*SOURCE MATERIAL:*
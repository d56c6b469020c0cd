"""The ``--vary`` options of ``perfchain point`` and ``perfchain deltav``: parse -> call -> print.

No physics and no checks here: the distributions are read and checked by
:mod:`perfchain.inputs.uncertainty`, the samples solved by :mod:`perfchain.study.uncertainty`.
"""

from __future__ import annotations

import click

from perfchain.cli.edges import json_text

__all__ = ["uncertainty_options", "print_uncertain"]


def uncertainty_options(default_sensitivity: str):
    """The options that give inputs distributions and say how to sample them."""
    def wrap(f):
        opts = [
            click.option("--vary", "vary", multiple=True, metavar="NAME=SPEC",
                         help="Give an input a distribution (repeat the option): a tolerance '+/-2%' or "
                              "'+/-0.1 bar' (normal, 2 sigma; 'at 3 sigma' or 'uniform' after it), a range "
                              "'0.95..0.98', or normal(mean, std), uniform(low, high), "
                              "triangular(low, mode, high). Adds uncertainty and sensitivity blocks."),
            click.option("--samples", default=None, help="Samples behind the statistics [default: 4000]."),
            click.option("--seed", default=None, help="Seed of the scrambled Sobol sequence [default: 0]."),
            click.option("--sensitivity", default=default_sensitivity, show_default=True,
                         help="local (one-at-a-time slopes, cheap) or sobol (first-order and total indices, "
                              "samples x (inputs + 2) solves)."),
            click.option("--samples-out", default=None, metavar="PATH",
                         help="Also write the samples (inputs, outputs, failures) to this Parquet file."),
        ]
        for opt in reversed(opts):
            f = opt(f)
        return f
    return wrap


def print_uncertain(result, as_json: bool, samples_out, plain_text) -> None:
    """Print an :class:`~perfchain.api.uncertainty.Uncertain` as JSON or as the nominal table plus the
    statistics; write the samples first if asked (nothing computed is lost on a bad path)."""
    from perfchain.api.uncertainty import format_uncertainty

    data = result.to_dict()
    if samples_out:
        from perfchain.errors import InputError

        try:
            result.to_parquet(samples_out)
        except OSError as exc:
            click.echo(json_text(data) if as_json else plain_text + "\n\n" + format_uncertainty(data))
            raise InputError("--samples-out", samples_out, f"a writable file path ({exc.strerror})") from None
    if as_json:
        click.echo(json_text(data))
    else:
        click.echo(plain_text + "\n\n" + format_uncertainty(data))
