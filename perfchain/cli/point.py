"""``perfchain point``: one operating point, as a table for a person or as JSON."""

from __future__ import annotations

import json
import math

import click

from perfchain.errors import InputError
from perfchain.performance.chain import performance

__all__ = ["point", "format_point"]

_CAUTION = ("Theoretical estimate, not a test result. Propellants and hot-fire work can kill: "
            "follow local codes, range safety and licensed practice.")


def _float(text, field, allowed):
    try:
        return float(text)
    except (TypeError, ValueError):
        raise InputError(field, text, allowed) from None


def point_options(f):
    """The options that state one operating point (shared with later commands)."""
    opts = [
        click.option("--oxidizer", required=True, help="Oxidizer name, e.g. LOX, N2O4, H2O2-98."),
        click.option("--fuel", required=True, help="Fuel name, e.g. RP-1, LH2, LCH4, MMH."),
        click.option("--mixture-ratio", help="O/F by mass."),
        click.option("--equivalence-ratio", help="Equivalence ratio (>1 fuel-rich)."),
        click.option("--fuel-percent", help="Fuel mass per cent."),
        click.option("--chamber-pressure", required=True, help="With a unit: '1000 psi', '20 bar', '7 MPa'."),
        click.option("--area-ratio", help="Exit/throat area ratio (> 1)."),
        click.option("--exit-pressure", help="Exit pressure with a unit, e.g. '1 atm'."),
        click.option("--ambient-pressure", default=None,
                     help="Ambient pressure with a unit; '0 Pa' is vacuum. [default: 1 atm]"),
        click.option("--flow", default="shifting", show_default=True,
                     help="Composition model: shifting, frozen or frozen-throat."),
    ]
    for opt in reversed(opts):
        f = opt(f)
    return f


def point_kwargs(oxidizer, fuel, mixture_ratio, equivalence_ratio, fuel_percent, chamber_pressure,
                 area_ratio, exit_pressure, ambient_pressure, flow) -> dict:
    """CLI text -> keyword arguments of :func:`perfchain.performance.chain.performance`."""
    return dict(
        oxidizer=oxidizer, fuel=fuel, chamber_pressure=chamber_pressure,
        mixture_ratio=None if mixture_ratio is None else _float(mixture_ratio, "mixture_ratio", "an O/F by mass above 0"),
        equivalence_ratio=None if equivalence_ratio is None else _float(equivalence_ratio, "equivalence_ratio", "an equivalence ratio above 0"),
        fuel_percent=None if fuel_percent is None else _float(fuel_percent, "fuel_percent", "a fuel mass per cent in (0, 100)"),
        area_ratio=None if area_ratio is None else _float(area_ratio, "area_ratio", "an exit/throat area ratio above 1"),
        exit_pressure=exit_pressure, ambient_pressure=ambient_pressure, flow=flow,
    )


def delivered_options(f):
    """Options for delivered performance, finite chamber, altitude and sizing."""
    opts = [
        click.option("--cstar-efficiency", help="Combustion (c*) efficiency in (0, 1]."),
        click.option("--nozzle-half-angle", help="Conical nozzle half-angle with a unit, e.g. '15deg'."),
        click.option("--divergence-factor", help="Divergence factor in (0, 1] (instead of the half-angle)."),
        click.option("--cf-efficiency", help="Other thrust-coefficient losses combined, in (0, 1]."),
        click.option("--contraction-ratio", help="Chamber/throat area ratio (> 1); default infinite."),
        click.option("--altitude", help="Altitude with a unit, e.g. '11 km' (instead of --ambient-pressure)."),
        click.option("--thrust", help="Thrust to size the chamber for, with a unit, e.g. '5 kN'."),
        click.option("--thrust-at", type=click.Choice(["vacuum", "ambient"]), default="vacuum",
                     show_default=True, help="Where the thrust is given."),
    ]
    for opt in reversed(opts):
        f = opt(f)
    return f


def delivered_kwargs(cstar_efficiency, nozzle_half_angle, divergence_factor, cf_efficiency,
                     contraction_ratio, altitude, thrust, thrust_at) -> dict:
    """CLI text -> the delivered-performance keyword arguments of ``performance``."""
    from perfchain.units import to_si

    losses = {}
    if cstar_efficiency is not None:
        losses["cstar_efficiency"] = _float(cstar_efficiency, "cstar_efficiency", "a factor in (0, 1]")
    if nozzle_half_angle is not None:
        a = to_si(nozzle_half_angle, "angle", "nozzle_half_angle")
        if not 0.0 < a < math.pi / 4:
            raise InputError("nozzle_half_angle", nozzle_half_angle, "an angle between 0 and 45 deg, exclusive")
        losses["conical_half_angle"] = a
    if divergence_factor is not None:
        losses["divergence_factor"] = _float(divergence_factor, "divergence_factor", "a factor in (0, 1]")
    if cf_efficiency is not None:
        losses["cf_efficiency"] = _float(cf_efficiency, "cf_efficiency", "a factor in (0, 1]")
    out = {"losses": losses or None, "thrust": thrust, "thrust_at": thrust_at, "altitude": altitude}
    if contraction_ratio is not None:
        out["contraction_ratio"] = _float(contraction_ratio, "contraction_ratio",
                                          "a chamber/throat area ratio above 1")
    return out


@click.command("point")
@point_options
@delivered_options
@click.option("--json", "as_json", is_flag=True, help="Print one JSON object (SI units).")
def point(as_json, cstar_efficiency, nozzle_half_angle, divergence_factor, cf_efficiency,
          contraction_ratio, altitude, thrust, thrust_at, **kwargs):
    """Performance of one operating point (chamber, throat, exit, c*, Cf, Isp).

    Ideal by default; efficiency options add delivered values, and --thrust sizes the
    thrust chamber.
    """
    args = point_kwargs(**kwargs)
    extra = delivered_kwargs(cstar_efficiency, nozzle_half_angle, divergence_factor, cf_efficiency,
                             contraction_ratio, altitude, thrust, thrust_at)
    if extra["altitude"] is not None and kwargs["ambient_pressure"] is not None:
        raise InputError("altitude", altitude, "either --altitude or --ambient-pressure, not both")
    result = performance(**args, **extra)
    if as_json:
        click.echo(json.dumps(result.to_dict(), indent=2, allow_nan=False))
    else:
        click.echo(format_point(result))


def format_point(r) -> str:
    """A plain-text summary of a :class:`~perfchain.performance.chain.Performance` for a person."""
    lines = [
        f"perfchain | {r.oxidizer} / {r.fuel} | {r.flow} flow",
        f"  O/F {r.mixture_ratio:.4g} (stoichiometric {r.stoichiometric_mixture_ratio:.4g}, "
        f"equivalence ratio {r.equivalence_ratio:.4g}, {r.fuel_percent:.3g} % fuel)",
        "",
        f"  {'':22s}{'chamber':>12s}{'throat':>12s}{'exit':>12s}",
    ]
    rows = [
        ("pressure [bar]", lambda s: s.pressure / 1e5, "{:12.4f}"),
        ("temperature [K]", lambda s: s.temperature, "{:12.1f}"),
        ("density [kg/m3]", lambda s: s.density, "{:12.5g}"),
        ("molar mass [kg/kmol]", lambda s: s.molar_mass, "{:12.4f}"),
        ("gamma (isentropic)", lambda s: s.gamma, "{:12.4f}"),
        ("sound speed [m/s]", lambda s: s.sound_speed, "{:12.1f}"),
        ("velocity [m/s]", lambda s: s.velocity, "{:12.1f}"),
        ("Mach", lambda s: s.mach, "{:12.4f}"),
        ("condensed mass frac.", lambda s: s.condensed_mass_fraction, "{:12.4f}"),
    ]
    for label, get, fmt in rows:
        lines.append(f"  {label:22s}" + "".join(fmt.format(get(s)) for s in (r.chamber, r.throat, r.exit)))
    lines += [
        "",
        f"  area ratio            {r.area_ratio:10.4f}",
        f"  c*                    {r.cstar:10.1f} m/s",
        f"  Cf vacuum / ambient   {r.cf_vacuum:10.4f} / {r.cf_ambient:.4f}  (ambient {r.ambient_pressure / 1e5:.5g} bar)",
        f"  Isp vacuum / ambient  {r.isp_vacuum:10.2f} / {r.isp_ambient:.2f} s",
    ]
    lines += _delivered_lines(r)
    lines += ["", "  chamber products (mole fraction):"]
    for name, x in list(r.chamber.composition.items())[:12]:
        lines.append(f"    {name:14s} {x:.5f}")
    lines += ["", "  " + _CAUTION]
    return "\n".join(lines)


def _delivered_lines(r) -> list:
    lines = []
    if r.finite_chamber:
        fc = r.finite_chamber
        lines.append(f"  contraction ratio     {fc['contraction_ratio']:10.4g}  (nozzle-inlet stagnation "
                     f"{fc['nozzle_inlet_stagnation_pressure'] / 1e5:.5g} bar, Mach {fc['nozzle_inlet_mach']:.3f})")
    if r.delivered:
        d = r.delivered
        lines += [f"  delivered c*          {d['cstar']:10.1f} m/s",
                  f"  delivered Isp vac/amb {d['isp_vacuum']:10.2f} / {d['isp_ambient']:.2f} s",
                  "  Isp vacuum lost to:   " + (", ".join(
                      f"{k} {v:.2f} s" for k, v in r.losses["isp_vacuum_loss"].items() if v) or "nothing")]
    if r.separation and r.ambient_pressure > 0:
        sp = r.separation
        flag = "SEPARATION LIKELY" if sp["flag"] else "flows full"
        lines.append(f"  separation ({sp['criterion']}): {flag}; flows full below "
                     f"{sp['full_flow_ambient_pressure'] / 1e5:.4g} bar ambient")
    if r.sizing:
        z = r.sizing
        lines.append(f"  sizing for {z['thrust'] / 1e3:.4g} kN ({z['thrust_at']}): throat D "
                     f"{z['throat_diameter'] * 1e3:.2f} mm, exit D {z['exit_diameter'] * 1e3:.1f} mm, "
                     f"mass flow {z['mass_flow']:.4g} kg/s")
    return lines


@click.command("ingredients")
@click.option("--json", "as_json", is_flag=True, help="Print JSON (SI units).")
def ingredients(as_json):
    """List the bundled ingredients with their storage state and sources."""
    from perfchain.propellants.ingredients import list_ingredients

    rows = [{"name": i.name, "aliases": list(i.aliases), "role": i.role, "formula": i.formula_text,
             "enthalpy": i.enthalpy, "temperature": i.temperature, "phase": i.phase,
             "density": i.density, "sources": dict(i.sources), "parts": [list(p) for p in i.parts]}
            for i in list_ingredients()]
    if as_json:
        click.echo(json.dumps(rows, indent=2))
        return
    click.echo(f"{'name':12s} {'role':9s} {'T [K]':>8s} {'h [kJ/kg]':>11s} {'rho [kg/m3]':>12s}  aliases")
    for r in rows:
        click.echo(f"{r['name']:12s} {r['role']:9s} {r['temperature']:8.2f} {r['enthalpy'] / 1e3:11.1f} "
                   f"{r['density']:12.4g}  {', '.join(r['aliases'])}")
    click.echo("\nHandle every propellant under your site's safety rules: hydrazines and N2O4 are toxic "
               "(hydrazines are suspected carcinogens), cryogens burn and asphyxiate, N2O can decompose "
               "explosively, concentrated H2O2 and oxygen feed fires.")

*PROBLEM DESCRIPTION:* Each line from the one containing "return lines" to the close of the records must appear in the output exactly, and no other line.

*RESULT FOR THIS TASK:*
    return lines


@click.command("ingredients")
@click.option("--json", "as_json", is_flag=True, help="Print JSON (SI units).")
def ingredients(as_json):
    """List the bundled ingredients with their storage state and sources."""
    from perfchain.propellants.ingredients import list_ingredients

    rows = [{"name": i.name, "aliases": list(i.aliases), "role": i.role, "formula": i.formula_text,
             "enthalpy": i.enthalpy, "temperature": i.temperature, "phase": i.phase,
             "density": i.density, "sources": dict(i.sources), "parts": [list(p) for p in i.parts]}
            for i in list_ingredients()]
    if as_json:
        click.echo(json.dumps(rows, indent=2))
        return
    click.echo(f"{'name':12s} {'role':9s} {'T [K]':>8s} {'h [kJ/kg]':>11s} {'rho [kg/m3]':>12s}  aliases")
    for r in rows:
        click.echo(f"{r['name']:12s} {r['role']:9s} {r['temperature']:8.2f} {r['enthalpy'] / 1e3:11.1f} "
                   f"{r['density']:12.4g}  {', '.join(r['aliases'])}")
    click.echo("\nHandle every propellant under your site's safety rules: hydrazines and N2O4 are toxic "
               "(hydrazines are suspected carcinogens), cryogens burn and asphyxiate, N2O can decompose "
               "explosively, concentrated H2O2 and oxygen feed fires.")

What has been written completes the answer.